Università: gli investimenti e gli studenti senza borsa di studio

Dopo sette anni la riforma dell’Università non è ancora del tutto a regime. E in più ha falle evidenti, come le regole sul diritto allo studio (leggasi borse e servizi per gli studenti) mai scritte e che vedono ancora oggi decine di migliaia di ragazzi privati di un aiuto a cui invece avrebbero diritto perché ne hanno i requisiti. Ma ci sono altre crepe meno visibili che mostrano un “tradimento” dello spirito della riforma Gelmini varata anche con l’obiettivo di portare aria fresca nei nostri atenei, in passato troppo autoreferenziali. Tra i tantissimi dati raccolti dalla Corte dei conti nel suo primo referto presentato ieri sulla legge 240/2010 spicca ad esempio quello sulle assunzioni dei docenti universitari, con le Università poco propense ad assumere candidati esterni, privilegiando in oltre la metà dei casi quelli interni.

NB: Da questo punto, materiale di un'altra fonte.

"""``compensator simulate``: the instrument in the loop over weeks of weather; strategies side by side; yield."""

from __future__ import annotations

from pathlib import Path

from compensator.cli._common import add_json_flag, caution, format_table, print_json, usage_error

__all__ = ["ORDER", "COMMAND", "HELP", "register", "run", "render_json", "render_text", "simulated_week",
           "simulated_days"]

ORDER = 70
COMMAND = "simulate"
HELP = "simulate the instrument in its weather, strategy by strategy, with the firmware in the loop; Monte Carlo yield"

CAUTION = ("caution: this is a model for planning. SiPM bias supplies deliver tens of volts (above 60 V dc is hazardous "
           "live under IEC 61010-1); a cooler with an unsinked hot side runs away, and a cold plate below the dew point "
           "wets the electronics. Building and installing follows local codes and licensed practice.")


def register(subparsers) -> None:
    from compensator.profiles.scenario import STRATEGIES

    p = subparsers.add_parser(
        COMMAND, help=HELP,
        description=(
            "Run a scenario file (kind: scenario; see hardware_profiles/README.md) tick by tick: weather -> "
            "enclosure -> die -> temperature sensor -> ADC code -> the firmware's integer path exactly as "
            "generated -> DAC -> supply -> series resistor -> SiPM gain, for the strategies uncompensated, "
            "compensated, compensated_cooled and gain_trimmed on the same weather, then a Monte Carlo over units "
            "with tolerances drawn from the profiles. " + CAUTION))
    p.add_argument("scenario", metavar="SCENARIO", help="scenario YAML file")
    p.add_argument("--days", type=simulated_days(), metavar="D",
                   help="simulated days (default: the scenario's run.duration_days)")
    p.add_argument("--units", type=_units, metavar="N",
                   help="Monte Carlo units (default: the scenario's monte_carlo.units; 0: none)")
    p.add_argument("--strategy", action="append", choices=STRATEGIES, metavar="NAME",
                   help=f"run only this strategy (repeatable; one of {', '.join(STRATEGIES)})")
    p.add_argument("--firmware", metavar="DIR",
                   help="write the generated C (table and cooler PID) into DIR, compile it with cc into a shared "
                        "library and run the loop through it")
    p.add_argument("--scheduler", metavar="ADDRESS",
                   help="run the Monte Carlo chunks on this running Dask scheduler (needs compensator[cluster])")
    p.add_argument("--workers", type=_workers, metavar="N",
                   help="local processes for the Monte Carlo (default: the CPUs available)")
    p.add_argument("--plot", metavar="DIR", help="write the figures (PNG) into DIR; never overwrites")
    p.add_argument("--report", metavar="DIR", help="write a self-contained report.html into DIR; never overwrites")
    add_json_flag(p)
    p.set_defaults(handler=run)


def simulated_days():
    """The argparse type of ``--days``: positive, at most the longest run a scenario may ask for (a year and a day)."""
    from compensator.cli._common import bounded_float
    from compensator.profiles.scenario import MAX_DURATION_DAYS

    return bounded_float(0.0, MAX_DURATION_DAYS, above=True, unit="days")


def _units(text):
    import argparse

    try:
        value = int(text)
    except ValueError:
        raise argparse.ArgumentTypeError(f"expected a whole number, got {text!r}") from None
    if not 0 <= value <= 10_000_000:
        raise argparse.ArgumentTypeError(f"must be 0 to 10000000, got {text!r}")
    return value


def _workers(text):
    import argparse

    value = _units(text)
    if not 1 <= value <= 1024:
        raise argparse.ArgumentTypeError(f"must be 1 to 1024, got {text!r}")
    return value


def _refuse_existing(args):
    """Refuse before the run (not after minutes of work) when an output would overwrite a file."""
    from compensator.errors import InputError, Problem
    from compensator.sim.report import FIGURES

    taken = []
    for flag, names in (("plot", FIGURES), ("report", ("report.html",))):
        directory = getattr(args, flag)
        if directory is None:
            continue
        d = Path(directory)
        if d.exists() and not d.is_dir():
            raise usage_error(f"--{flag}", f"{directory} is not a directory")
        taken += [Problem(str(d / n), 0, "", "already exists; not overwriting") for n in names if (d / n).exists()]
    if taken:
        raise InputError(taken)
    if args.firmware is not None and Path(args.firmware).exists() and not Path(args.firmware).is_dir():
        raise usage_error("--firmware", f"{args.firmware} is not a directory")


def run(args) -> int:
    from compensator.calibration.batch import Progress
    from compensator.profiles import load_scenario
    from compensator.sim.report import render_figures, write_plots, write_report
    from compensator.sim.run import simulate_scenario

    if args.scheduler is not None and args.workers is not None:
        raise usage_error("--workers", "give either --scheduler (a Dask cluster) or --workers (local processes)")
    _refuse_existing(args)
    scenario = load_scenario(args.scenario)
    caution(CAUTION)  # printed when the command ends, never with a usage error
    days = args.days if args.days is not None else scenario.section("run")["duration_days"]
    rate = scenario.section("run")["control_rate_hz"] or scenario.board.control_rate_hz
    ticks = int(round(days * 86400.0 * rate))
    units = args.units if args.units is not None else scenario.section("monte_carlo")["units"]
    with Progress(ticks, "nominal unit") as bar_run, Progress(units, "Monte Carlo units") as bar_mc:
        report = simulate_scenario(scenario, days=args.days, units=args.units, strategies=args.strategy,
                                   firmware_dir=args.firmware, scheduler=args.scheduler, workers=args.workers,
                                   progress=bar_run.update, mc_progress=bar_mc.update)
    files = []
    figures = render_figures(report) if (args.plot or args.report) else None
    if args.plot:
        files += [str(p) for p in write_plots(report, args.plot) if p]
    if args.report:
        files += [str(p) for p in write_report(report, args.report, figures)]
    if args.json:
        print_json(render_json(report, files))
    else:
        print(render_text(report, files))
    return 0


def render_json(report, files=()) -> dict:
    """The JSON document of a :class:`~compensator.sim.run.SimulationReport` (names in :mod:`compensator.vocabulary`).

    Parameters
    ----------
    report : SimulationReport
    files : sequence of str
        Files written.
    """
    from dataclasses import asdict

    y = report.yield_
    return {
        "name": report.scenario, "file": str(report.source), "sha256": report.sha256,
        "duration_days": report.duration_days, "tick_s": report.tick_s, "ticks": report.ticks,
        "band_pct": report.band_pct, "settle_s": report.settle_s, "firmware": report.firmware,
        "entries": report.table_entries, "table_bytes": report.table_bytes,
        "table_bound_pct": report.table_bound_pct,
        "cooler_controller": None if report.cooler_kp_a_per_k is None else {
            "kp": report.cooler_kp_a_per_k, "ki_per_s": report.cooler_ki_a_per_k_s},
        "runs": [asdict(r) for r in report.runs],
        "comparison": {"uncompensated_over_compensated": report.uncompensated_over_compensated,
                       "published_dark_pulse_feedback_pct": 2.0,
                       "trim_vs_published_factor": report.trim_vs_published_factor},
        "yield": None if y is None else {
            "units": y.units, "band_pct": y.band_pct, "strategy": y.strategy, "fraction_within": y.fraction_within,
            "worst": [{"unit_index": w.unit, "gain_dev_max_abs_pct": w.gain_dev_max_abs_pct,
                       "gain_dev_pk_pk_pct": w.gain_dev_pk_pk_pct,
                       "draws": [{"parameter": k, "deviation": v} for k, v in w.draws.items()]} for w in y.worst],
            "strategies": [{"name": s.name, "fraction_within": s.fraction_within,
                            "gain_dev_max_abs_median_pct": s.gain_dev_max_abs_median_pct,
                            "gain_dev_max_abs_p95_pct": s.gain_dev_max_abs_p95_pct} for s in y.strategies],
            "seed": y.seed, "chunks": y.chunks, "executor": y.executor, "groups": list(y.groups)},
        "files": list(files),
    }


def render_text(report, files=()) -> str:
    """The table for people.

    Parameters
    ----------
    report : SimulationReport
    files : sequence of str
        Files written.
    """
    lines = [f"scenario {report.scenario}: {report.duration_days:g} days, tick {report.tick_s:g} s, firmware by the "
             f"{report.firmware}; metrics over every tick after {report.settle_s:g} s",
             format_table([(r.name, r.gain_dev_max_abs_pct, r.gain_dev_pk_pk_pct, r.gain_dev_rms_pct,
                            r.time_outside_band_pct, 1e3 * r.overvoltage_dev_max_abs_v, r.sensor_fault_ticks,
                            r.out_of_range_ticks, r.cooler_mean_power_w) for r in report.runs],
                          ["strategy", "gain_max_abs_%", "gain_pk_pk_%", "gain_rms_%",
                           f"outside_{report.band_pct:g}%_time_%", "ov_max_abs_mv", "fault_ticks",
                           "out_of_range_ticks", "cooler_w"],
                          ["", ".3f", ".3f", ".3f", ".2f", ".2f", "d", "d", ".3f"])]
    for r in report.runs:
        if r.dew_risk_ticks:
            lines.append(f"warning: {r.name}: the cold plate sat below the dew point of the enclosure air plus the "
                         f"margin for {r.dew_risk_ticks * report.tick_s / 3600:.1f} h: condensation would wet the "
                         "electronics; raise the setpoint or dry the enclosure")
    if report.uncompensated_over_compensated is not None:
        lines.append(f"uncompensated / compensated, largest absolute gain deviation: "
                     f"{report.uncompensated_over_compensated:.0f}x")
    for r in report.runs:
        if r.name == "gain_trimmed":
            conv = "never" if r.trim_converged_s is None else f"after {r.trim_converged_s / 3600:.2f} h"
            resid = "-" if r.trim_residual_rms_pct is None else f"{r.trim_residual_rms_pct:.3f} %"
            lines.append(f"gain trim: converged {conv}; RMS residual after that {resid}; final trim "
                         f"{1e3 * r.trim_v:+.1f} mV")
    if report.trim_vs_published_factor is not None:
        lines.append(f"gain trim vs about 2 % published for analog dark-pulse feedback over 20-30 C (Licciulli et al., "
                     f"IEEE TNS 60, 2013): {report.trim_vs_published_factor:.0f}x tighter")
    y = report.yield_
    if y is not None:
        lines.append(f"Monte Carlo: {y.units} units ({y.executor}, {y.chunks} chunks, seed {y.seed}); share of units "
                     f"whose largest absolute gain deviation stays within +-{y.band_pct:g} %:")
        lines.append(format_table([(s.name, 100 * s.fraction_within, s.gain_dev_max_abs_median_pct,
                                    s.gain_dev_max_abs_p95_pct) for s in y.strategies],
                                  ["strategy", "within_%", "median_max_abs_%", "p95_max_abs_%"],
                                  ["", ".1f", ".3f", ".3f"]))
        if y.worst:
            lines.append(f"worst units ({y.strategy}):")
            lines.append(format_table([(w.unit, w.gain_dev_max_abs_pct, ", ".join(
                f"{k} {v:.3g}" for k, v in sorted(w.draws.items(), key=lambda kv: -abs(kv[1]))[:3]))
                for w in y.worst], ["unit", "max_abs_%", "largest draws"], ["d", ".3f", ""]))
    lines += [f"wrote {f}" for f in files]
    return "\n".join(lines)


def simulated_week(profiles_dir, out_dir=None, say=print, *, days=None):
    """The last step of ``compensator demo``: the bundled scenario's week, printed, with its figures and report.

    Nothing is written here: the files come back so the demo writes them with
    its own, all or nothing.

    Parameters
    ----------
    profiles_dir : str or path-like
        Folder holding the demo scenario and the profiles it names.
    out_dir : str or path-like, optional
        Where the figures and ``report.html`` are to go (``None``: no files).
    say : callable
        Prints a line for people (a no-op under ``--json``).
    days : float, optional
        Simulated days (default: the scenario's ``run.duration_days``).

    Returns
    -------
    document : dict
        The JSON document of the run (as ``compensator simulate --json``).
    files : dict
        Path -> content (PNG bytes, HTML text); empty without ``out_dir``.
    """
    from compensator.errors import InputError, Problem
    from compensator.profiles import load_scenario
    from compensator.profiles.bundled import DEMO_SCENARIO
    from compensator.sim.report import render_figures, render_html
    from compensator.sim.run import simulate_scenario

    path = Path(profiles_dir) / DEMO_SCENARIO
    if not path.is_file():
        raise InputError(Problem(str(path), 0, "", "demo scenario not found (pass --profiles DIR)"))
    report = simulate_scenario(load_scenario(path), days=days)
    files = {}
    if out_dir is not None:
        figures = render_figures(report)
        files = {Path(out_dir) / name: data for name, data in figures.items()}
        files[Path(out_dir) / "report.html"] = render_html(report, figures)
    say(render_text(report))
    return render_json(report, [str(p) for p in files]), files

La riforma,che ha tentato di superare lo scandalo dei concorsi locali truccati introducendo una specie di filtro nazionale – l’abilitazione (una “patente per titoli” per diventare professore) a cui segue una selezione locale -, prevedeva, tra le altre cose, anche alcuni paletti che le Università dovevano rispettare per «consentire – ricordano i magistrati contabili – una maggiore apertura delle carriere universitarie a ricercatori che avessero maturato significativi risultati scientifici in altre istituzioni».  Ad esempio, nel 2014 e nel 2015, sono stati rispettivamente solo 86 e 203 i professori (su 2.498 e 3.569 complessivi) che hanno conquistato una cattedra come esterni nonostante la riforma prevedesse una riserva minima di almeno un quinto dei posti disponibili da assegnare a chi negli ultimi 3 anni non avesse prestato servizio nell’ateneo (con ben 17 atenei che praticamente non hanno tenuto vincolante il paletto).